■ **Work to be completed**
Here is the task for the records below: repeat exactly the lines from the one with "start = np.searchsorted(a, np.arange(n_beads" to the one with "def pair_set(start: np.ndarray, neighbours: np.ndarray)", both included, and nothing else.

- - - - - - -

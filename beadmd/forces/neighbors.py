"""Neighbour search: cell grid + Verlet list with a skin, and the brute-force oracle.

The list is *full* (each pair appears for both beads) and each bead's neighbours are
stored in ascending index order. Every bead's force is therefore summed over the same
partners in the same order whatever the thread count and whenever the list was last
rebuilt, which keeps runs bitwise reproducible across threads and restarts.

Beads are binned per *group* (one group per independent replica). Each group has its
own grid: over the periodic box, or over the group's current bounding box in open
space (no images; a chain that wanders far just gets a larger box, with the number of
cells capped at about twice the number of beads). Beads of different groups never
meet, because they are never in each other's cells.
"""

from __future__ import annotations

import numpy as np
from numba import njit, prange

from ..errors import ConfigError


@njit(cache=True)
def _grid(dim, x, group_start, lengths, list_range):
    """Per-group grids: origin (G, d), inverse cell size (G, d), cells (G, d), offsets (G+1)."""
    D = len(dim)
    G = group_start.shape[0] - 1
    origin = np.zeros((G, D))
    inv_cell = np.zeros((G, D))
    ncell = np.ones((G, D), dtype=np.int64)
    offset = np.zeros(G + 1, dtype=np.int64)
    periodic = lengths[0] > 0.0
    for g in range(G):
        a = group_start[g]
        b = group_start[g + 1]
        if periodic:
            total = 1
            for k in range(D):
                nc = max(1, int(np.floor(lengths[k] / list_range)))
                ncell[g, k] = nc
                inv_cell[g, k] = nc / lengths[k]
                total *= nc
        else:
            span = np.zeros(D)
            for k in range(D):
                lo = x[a, k]
                hi = x[a, k]
                for i in range(a + 1, b):
                    lo = min(lo, x[i, k])
                    hi = max(hi, x[i, k])
                origin[g, k] = lo
                span[k] = hi - lo
            # Cells at least list_range wide; cap the count near twice the bead count.
            size = list_range
            cap = max(8, 2 * (b - a))
            while True:
                total = 1
                for k in range(D):
                    nc = max(1, int(np.floor(span[k] / size)))
                    total *= nc
                if total <= cap:
                    break
                size *= 1.25
            total = 1
            for k in range(D):
                nc = max(1, int(np.floor(span[k] / size)))
                ncell[g, k] = nc
                inv_cell[g, k] = nc / span[k] if span[k] > 0.0 else 0.0
                total *= nc
        offset[g + 1] = offset[g] + total
    return origin, inv_cell, ncell, offset


@njit(cache=True, inline="always")
def _coordinate(xk, origin, inv_cell, nc, periodic):
    c = int(np.floor((xk - origin) * inv_cell))
    if periodic:
        c = c % nc
    else:
        c = min(max(c, 0), nc - 1)
    return c


@njit(cache=True)
def _bin(dim, x, replica, origin, inv_cell, ncell, offset, periodic):
    """Counting sort of beads into cells: (cell_first (C+1,), cell_beads (n,))."""
    D = len(dim)
    n = x.shape[0]
    cell_of = np.empty(n, dtype=np.int64)
    for i in range(n):
        g = replica[i]
        flat = 0
        for k in range(D):
            flat = flat * ncell[g, k] + _coordinate(
                x[i, k], origin[g, k], inv_cell[g, k], ncell[g, k], periodic
            )
        cell_of[i] = offset[g] + flat
    n_cells = offset[-1]
    cell_first = np.zeros(n_cells + 1, dtype=np.int64)
    for i in range(n):
        cell_first[cell_of[i] + 1] += 1
    for c in range(n_cells):
        cell_first[c + 1] += cell_first[c]
    fill = cell_first[:-1].copy()
    cell_beads = np.empty(n, dtype=np.int64)
    for i in range(n):
        c = cell_of[i]
        cell_beads[fill[c]] = i
        fill[c] += 1
    return cell_first, cell_beads


@njit(cache=True, inline="always")
def _excluded(i, j, excl_start, excl):
    for e in range(excl_start[i], excl_start[i + 1]):
        if excl[e] == j:
            return True
    return False


@njit(cache=True, inline="always")
def _scan(
    dim,
    i,
    x,
    replica,
    lengths,
    inv_lengths,
    range2,
    origin,
    inv_cell,
    ncell,
    offset,
    cell_first,
    cell_beads,
    excl_start,
    excl,
    out,
    out_at,
    write,
):
    """Visit the stencil of bead i; count (write=False) or store its neighbours."""
    D = len(dim)
    periodic = lengths[0] > 0.0
    g = replica[i]
    count = 0
    n_stencil = 3**D
    for s in range(n_stencil):
        rem = s
        flat = 0
        ok = True
        for k in range(D):
            o = rem % 3 - 1
            rem //= 3
            nc = ncell[g, k]
            c = _coordinate(x[i, k], origin[g, k], inv_cell[g, k], nc, periodic) + o
            if periodic:
                if (nc == 1 and o != 0) or (nc == 2 and o == -1):
                    ok = False  # the same cell again through the image
                c = c % nc
            elif c < 0 or c >= nc:
                ok = False
            flat = flat * nc + c
        if not ok:
            continue
        cell = offset[g] + flat
        for p in range(cell_first[cell], cell_first[cell + 1]):
            j = cell_beads[p]
            if j == i:
                continue
            r2 = 0.0
            for k in range(D):
                dx = x[i, k] - x[j, k]
                dx -= lengths[k] * np.rint(dx * inv_lengths[k])
                r2 += dx * dx
            if r2 < range2 and not _excluded(i, j, excl_start, excl):
                if write:
                    out[out_at + count] = j
                count += 1
    return count


@njit(cache=True, inline="always")
def _sort_segment(a, lo, hi):
    for p in range(lo + 1, hi):
        v = a[p]
        q = p - 1
        while q >= lo and a[q] > v:
            a[q + 1] = a[q]
            q -= 1
        a[q + 1] = v


@njit(cache=True, parallel=True)
def build_cell_list(dim, x, replica, group_start, lengths, inv_lengths, list_range, excl_start, excl):
    """Full Verlet list within ``list_range`` from a cell grid.

    Returns ``(start (n+1,) int64, neighbours (m,) int32)``: the neighbours of bead i are
    ``neighbours[start[i]:start[i+1]]``, ascending.
    """
    n = x.shape[0]
    if list_range <= 0.0:
        return np.zeros(n + 1, dtype=np.int64), np.empty(0, dtype=np.int32)
    periodic = lengths[0] > 0.0
    origin, inv_cell, ncell, offset = _grid(dim, x, group_start, lengths, list_range)
    cell_first, cell_beads = _bin(dim, x, replica, origin, inv_cell, ncell, offset, periodic)
    range2 = list_range * list_range
    counts = np.zeros(n + 1, dtype=np.int64)
    dummy = np.empty(0, dtype=np.int32)
    for i in prange(n):
        counts[i + 1] = _scan(
            dim,
            i,
            x,
            replica,
            lengths,
            inv_lengths,
            range2,
            origin,
            inv_cell,
            ncell,
            offset,
            cell_first,
            cell_beads,
            excl_start,
            excl,
            dummy,
            0,
            False,
        )
    for i in range(n):
        counts[i + 1] += counts[i]
    out = np.empty(counts[n], dtype=np.int32)
    for i in prange(n):
        _scan(
            dim,
            i,
            x,
            replica,
            lengths,
            inv_lengths,
            range2,
            origin,
            inv_cell,
            ncell,
            offset,
            cell_first,
            cell_beads,
            excl_start,
            excl,
            out,
            counts[i],
            True,
        )
        _sort_segment(out, counts[i], counts[i + 1])
    return counts, out


@njit(cache=True)
def build_brute_force(dim, x, replica, group_start, lengths, inv_lengths, list_range, excl_start, excl):
    """O(n^2) oracle with the same output as :func:`build_cell_list` (for tests, tiny systems)."""
    D = len(dim)
    n = x.shape[0]
    range2 = list_range * list_range
    counts = np.zeros(n + 1, dtype=np.int64)
    for p in range(2):
        out = np.empty(counts[n] if p == 1 else 0, dtype=np.int32)
        for i in range(n):
            m = 0
            for j in range(group_start[replica[i]], group_start[replica[i] + 1]):
                if j == i:
                    continue
                r2 = 0.0
                for k in range(D):
                    dx = x[i, k] - x[j, k]
                    dx -= lengths[k] * np.rint(dx * inv_lengths[k])
                    r2 += dx * dx
                if r2 < range2 and not _excluded(i, j, excl_start, excl):
                    if p == 1:
                        out[counts[i] + m] = j
                    m += 1
            if p == 0:
                counts[i + 1] = m
        if p == 0:
            for i in range(n):
                counts[i + 1] += counts[i]
    return counts, out


def exclusion_table(n_beads: int, bonds: np.ndarray, mode: str) -> tuple[np.ndarray, np.ndarray]:
    """CSR ``(start (n+1,), partners)`` of excluded pairs: ``"none"`` or ``"bonded"``."""
    if mode == "none" or bonds.shape[0] == 0:
        return np.zeros(n_beads + 1, dtype=np.int64), np.zeros(0, dtype=np.int64)
    if mode != "bonded":
        raise ConfigError(f"exclusions = {mode!r} is not allowed: use 'none' or 'bonded'")
    a = np.concatenate([bonds[:, 0], bonds[:, 1]])
    b = np.concatenate([bonds[:, 1], bonds[:, 0]])
    order = np.lexsort((b, a))
    a, b = a[order], b[order]
    start = np.searchsorted(a, np.arange(n_beads + 1)).astype(np.int64)
    return start, np.ascontiguousarray(b, dtype=np.int64)


def pair_set(start: np.ndarray, neighbours: np.ndarray) -> set[tuple[int, int]]:
    """Unordered pairs ``{(i, j), i < j}`` of a full list (for tests)."""
    i = np.repeat(np.arange(start.shape[0] - 1), np.diff(start))
    j = neighbours.astype(np.int64)
    keep = i < j
    return set(zip(i[keep].tolist(), j[keep].tolist(), strict=True))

- - - - - - -

■ **Response to the exercise**
    start = np.searchsorted(a, np.arange(n_beads + 1)).astype(np.int64)
    return start, np.ascontiguousarray(b, dtype=np.int64)


def pair_set(start: np.ndarray, neighbours: np.ndarray) -> set[tuple[int, int]]:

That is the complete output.